Im Grunde handelt es sich bei Gin um Wacholderschnaps, der mit zusätzlichen Kräutern, Wurzeln, Früchten und anderen Aromaspendern versetzt wird – den sogenannten „Botanicals“. In der Herstellung ist Gin eigentlich relativ simpel – theoretisch. Hochprozentigem Neutralalkohol werden unterschiedliche Botanicals zugesetzt, die über einen längeren Zeitraum ihr Aroma an die Spirituose abgeben. Bekannt ist dieses Verfahren übrigens auch von der Herstellung von Obstgeisten (= Mazeration). Bei den Details der Herstellung unterscheiden sich die verschiedenen Gins von Herstellern aus England, Deutschland, Frankreich und dem Rest der Welt teils deutlich. Was es mit Geschichte, Herkunft, Herstellung, Typifizierung u.s.w. auf sich hat, erfahren Sie hier!

 

Deutscher Gin

 

 

Von Holland über England nach Deutschland: Die Geschichte des Gins

Wie genau der Gin nach England kam, ist nicht so ganz klar. Unterschiedliche Quellen erzählen uns voneinander abweichende Varianten der Geschichte, wie die ursprünglich „Genever“ genannte Wacholderspirituose im 17. Jahrhundert den Weg über den Kanal fand. Ob wirklich der holländische Arzt François de la Boe den Genever in England einführte, oder ob englische Soldaten den intensiv duftenden Schnaps während des Holländisch-Spanischen Krieges vom Kontinent mitbrachten, ist nicht mehr eindeutig zu klären. Urkundlich gesichert ist, dass Gin um 1690 in England bereits weit verbreitet war und seine Herstellung gesetzlich reglementiert wurde.

 

Gin = Genever = Genf?

Wenn Gin früher „Genever“ hieß, warum lesen wir dann nie etwas über Genf als Herkunftsstadt? Weil Genever gar nichts mit Genf zu tun hat. Das alte Wort für Gin leitet sich aus dem französischen genièvre bzw. dem niederländischen jenever ab – beide stehen für Wacholder(-schnaps). So passt die Geschichte auch wieder besser zusammen – holländischer Wacholderschnaps, holländischer Name, holländischer „Lieferant“.

 

Der Gin Craze damals und heute

Mitte des 18. Jahrhunderts war Gin in England so populär geworden, dass von einem regelrechten Gin Craze die Rede war. Gin war vergleichsweise billig und darum auch für die arbeitende Bevölkerung erschwinglich, was dazu führte, dass es bald tausende und abertausende Schwarzbrennereien und noch mehr halblegale gin mills in den verwinkelten Gassen Londons gab. Die Zahl der Gin-Brennereien überstieg jene der Bierbrauereien um ein Vielfaches.
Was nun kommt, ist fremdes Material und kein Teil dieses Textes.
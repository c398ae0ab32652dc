import { and, eq } from 'drizzle-orm'
import type { Database } from './database'

/** Store a photo of a load: checked by its content, at most 8 MB, keyed by household. */
export async function savePhoto(db: Database, input: { householdId: string, loadId: string, userId: string, bytes: Buffer, name: string }) {
  if (input.bytes.byteLength > MAX_PHOTO_BYTES) {
    tooLarge('That photo is larger than 8 MB. Send a smaller one (phones can share a reduced size).', 'photo')
  }
  const type = detectImageType(input.bytes)
  if (!type) {
    badInput('photo', 'That file is not a JPEG, PNG or WebP picture (checked by its content, not its name).')
  }
  const id = crypto.randomUUID()
  const key = `${input.householdId}:${id}.${imageExtension[type]}`
  // The file first: a photo store that is down leaves no row pointing at a missing file.
  await usePhotoStorage().setItemRaw(key, input.bytes).catch((error) => {
    console.error('[shelfstead] Photo store refused an upload:', error)
    unavailable('The photo store did not answer, so the photo was not saved. Try again in a moment.', 'photo')
  })
  try {
    const [photo] = await db.insert(tables.loadPhotos).values({
      id, householdId: input.householdId, loadId: input.loadId, storageKey: key, contentType: type,
      bytes: input.bytes.byteLength, originalName: input.name.slice(0, 200), uploadedBy: input.userId,
    }).returning()
    return photo!
  }
  catch (error) {
    await usePhotoStorage().removeItem(key).catch(() => {})
    throw error
  }
}

async function requirePhoto(db: Database, householdId: string, photoId: string) {
  const [photo] = await db.select().from(tables.loadPhotos)
    .where(and(eq(tables.loadPhotos.id, photoId), eq(tables.loadPhotos.householdId, householdId)))
  if (!photo) notFound('No such photo in this household.')
  return photo
}

export async function readPhoto(db: Database, householdId: string, photoId: string) {
  const photo = await requirePhoto(db, householdId, photoId)
  const raw = await usePhotoStorage().getItemRaw(photo.storageKey).catch((error) => {
    console.error('[shelfstead] Photo store did not answer a read:', error)
    unavailable('The photo store did not answer. Try again in a moment.')
  })
  if (!raw) notFound('The photo file is missing from storage.')
  const data = Buffer.isBuffer(raw) ? raw : Buffer.from(raw as ArrayBuffer)
  return { photo, data }
}

export async function deletePhoto(db: Database, householdId: string, photoId: string) {
  const photo = await requirePhoto(db, householdId, photoId)
  await db.delete(tables.loadPhotos).where(eq(tables.loadPhotos.id, photo.id))
  // The row is gone, so nothing points at the file; a store that is down only leaves it behind.
  await usePhotoStorage().removeItem(photo.storageKey).catch(error => console.error('[shelfstead] Photo file left in the store:', photo.storageKey, error))
}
Das Übel der Trunkenheit, von Radau und öffentlicher Unruhe, von abwesenden Ehemännern und Vätern, wurde damals in einer fast schon modern anmutenden Weise zu einem öffentlich diskutierten Thema – und zwar aus Anlass des Gin Craze. Amüsant aus heutiger Sicht ist dabei, dass der Gin-Konsum vor allem als ein Problem der Unterschichten beschrieben wurde, während später das Königshaus höchstselbst die prominentesten Gin-Trinker(innen) stellte.

 

Und in Deutschland?

Heute kann man übrigens für Deutschland von einem eigenen kleinen Gin Craze sprechen. Spätestens seit dem Erfolg des Monkey 47 von den Black Forest Distillers ist Gin hierzulande das Getränk der Stunde. Seit der ersten internationalen Goldmedaille für einen deutschen Gin bei der IWSC 2011 wurden hierzulande dutzende, wenn nicht hunderte von neuen Gins vorgestellt – von alteingesessenen ebenso wie von neu gegründeten Brennereien. Dass es sich dabei nicht bloß um einen kurzlebigen Hype handelt, darauf weisen nicht nur die nach wie vor steigenden Absatzzahlen hin, sondern auch die vielen Auszeichnungen aus dem In- und Ausland für Monkey 47, Siegfried Rheinland Dry Gin, See GinWindspiel & Co.

 

Variationen von Gin

 

Die Variationen von Gin

Der Einfachheit halber wird Gin oft in vier klassische Sorten unterteilt: Dry Gin, London Dry Gin, Old Tom Gin und Plymouth Gin. Dabei haben die Bezeichnungen nichts mit dem Herkunftsort der Spirituose zu tun, sondern mit der Art und Weise ihrer Herstellung.

 

Dry Gin heißt so, weil er ungesüßt ist. Für die Herstellung werden die Botanicals nacheinander in Neutralalkohol eingelegt. Die Zugabe von aromatisierenden Zusätzen und Farbstoffen ist erlaubt – jene von Zucker nicht.

 

London Dry Gin ist ebenfalls ein Dry Gin ohne Zuckerzugabe, unterscheidet sich vom Standard allerdings dadurch, dass alle Botanicals gleichzeitig in Alkohol eingelegt werden, bevor das resultierende Gemisch erneut destilliert wird. Jegliche nachträgliche Zugabe von künstlichen Aroma- oder Farbstoffen sowie Zucker ist beim London Dry Gin untersagt.

 

Plymouth Gin gilt als das „offizielle Leibgetränk“ der britischen Royal Navy. Er wurde traditionellerweise in der Hafenstadt Plymouth destilliert und zeichnet sich im Vergleich zum London Dry Gin durch vollmundige und ausgeprägt erdige Elemente aus, während die Wacholdernote stärker in den Hintergrund rückt. Botanicals mit Bitterstoffen kommen nicht zum Einsatz.

 

Old Tom Gin ist heute kaum noch en vogue, dabei handelt es sich dabei um die ursprünglich populärste Gin-Variante. Durch die nachträgliche Zugabe von Zucker ist der Old Tom Gin – so wie auch der Plymouth Gin – deutlich süßer als der London Dry und verfügt zudem über einen volleren Körper.

 

Darüber hinaus unterscheidet man nochmals zwei Variationen, je nach Destillationsmethode. Gin, der nach dem Einlegen der Botanicals in den Basisalkohol direkt abgefüllt wird, nennt man Compound Gin. Jener, bei dem nach der Mazeration alles erneut destilliert wird, heißt Distilled Gin.

 

Zur Praxis: Wie trinkt man Gin?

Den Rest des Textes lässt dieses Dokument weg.